» Exercise objective
The records follow. Print, word for word, the first line through the "writeFileSync(file, bytes);" line.

» Dataset records

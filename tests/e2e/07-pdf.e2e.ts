import assert from "node:assert/strict";
import { execFileSync } from "node:child_process";
import { mkdtempSync, writeFileSync } from "node:fs";
import { tmpdir } from "node:os";
import path from "node:path";
import { describe, test } from "./harness";
import { DEMO_PROJECTS, demoOrganisationId, demoUser, projectIdByCode } from "./support/fixtures";
import { expectVisible, signIn } from "./support/pages";

/** Text of a PDF, page by page, through poppler's pdftotext (Debian's poppler-utils). */
function pdfText(bytes: Buffer): string {
  const dir = mkdtempSync(path.join(tmpdir(), "ohm-pdf-"));
  const file = path.join(dir, "doc.pdf");
  writeFileSync(file, bytes);
  return execFileSync("pdftotext", ["-layout", file, "-"], { encoding: "utf8" });
}

describe("PDF sheets, stamp and package", () => {
  test("a lead downloads the approved sheet's stamped PDF, anyone verifies its code, and the package is issued from the project page", async ({ page, newPage, screenshot }) => {
    const lead = demoUser("lead");
    const projectId = await projectIdByCode(await demoOrganisationId(), DEMO_PROJECTS[0].code);
    await signIn(page, lead.email, lead.password);

    // The seeded approved busbar rating, through its sheet page's "Download PDF" link.
    await page.goto(`/projects/${projectId}`);
    await page.getByRole("link", { name: "BR-01" }).first().click();
    await page.waitForURL(/\/sheets\/\d+/);
    const href = await page.getByRole("link", { name: "Download PDF" }).getAttribute("href");
    assert.ok(href, "the sheet page links its PDF");
    const pdf = await page.request.get(href);
    assert.equal(pdf.status(), 200);
    assert.equal(pdf.headers()["content-type"], "application/pdf");
    const text = pdfText(await pdf.body());
    assert.match(text, /APPROVED/, "the stamp");
    assert.match(text, /Idris Pennock/, "the approver on the stamp");
    assert.match(text, /Design aid/, "the caution");
    assert.doesNotMatch(text, /DRAFT/, "no watermark on an approved revision");
    const code = /Verify code\s+([A-Z2-7]{10})/.exec(text)?.[1];
    assert.ok(code, "the verification code is printed");

    // The public verification page, without signing in.
    const visitor = await newPage();
    await visitor.goto(`/verify/${code}`);
    await expectVisible(visitor.getByText("Approved and current"), "the verification verdict");
    const shown = await visitor.locator("body").innerText();
    assert.ok(!shown.includes(DEMO_PROJECTS[0].name), "the verification page shows nothing of the project");
    await screenshot("verify-approved", visitor);

    // The package, issued from the project page with drafts included.
    await page.goto(`/projects/${projectId}`);
    await page.getByLabel("Include drafts (watermarked DRAFT)").check();
    await page.getByRole("button", { name: "Issue calculation package" }).click();
    await page.waitForURL(/package=\d+/, { timeout: 60_000 });
    const download = page.locator("#packages").getByRole("link", { name: "Download PDF" }).first();
    await expectVisible(download, "the issued package's download link", 30_000);
    await screenshot("project-package-issued", page);
    const pkg = await page.request.get((await download.getAttribute("href"))!);
    assert.equal(pkg.status(), 200);
    const body = await pkg.body();
    const { createHash } = await import("node:crypto");
    assert.equal(createHash("sha256").update(body).digest("hex"), pkg.headers()["x-content-sha256"], "the package comes back exactly as issued");
    const pkgText = pdfText(body);
    for (const tag of ["BR-01", "FW-01", "VD-01", "EH-01"]) assert.match(pkgText, new RegExp(tag), `the package lists ${tag}`);
    assert.match(pkgText, /DRAFT/, "drafts are watermarked");
  });
});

» Your solution
filename tests/e2e/07-pdf.e2e.ts
import assert from "node:assert/strict";
import { execFileSync } from "node:child_process";
import { mkdtempSync, writeFileSync } from "node:fs";
import { tmpdir } from "node:os";
import path from "node:path";
import { describe, test } from "./harness";
import { DEMO_PROJECTS, demoOrganisationId, demoUser, projectIdByCode } from "./support/fixtures";
import { expectVisible, signIn } from "./support/pages";

/** Text of a PDF, page by page, through poppler's pdftotext (Debian's poppler-utils). */
function pdfText(bytes: Buffer): string {
  const dir = mkdtempSync(path.join(tmpdir(), "ohm-pdf-"));
  const file = path.join(dir, "doc.pdf");
  writeFileSync(file, bytes);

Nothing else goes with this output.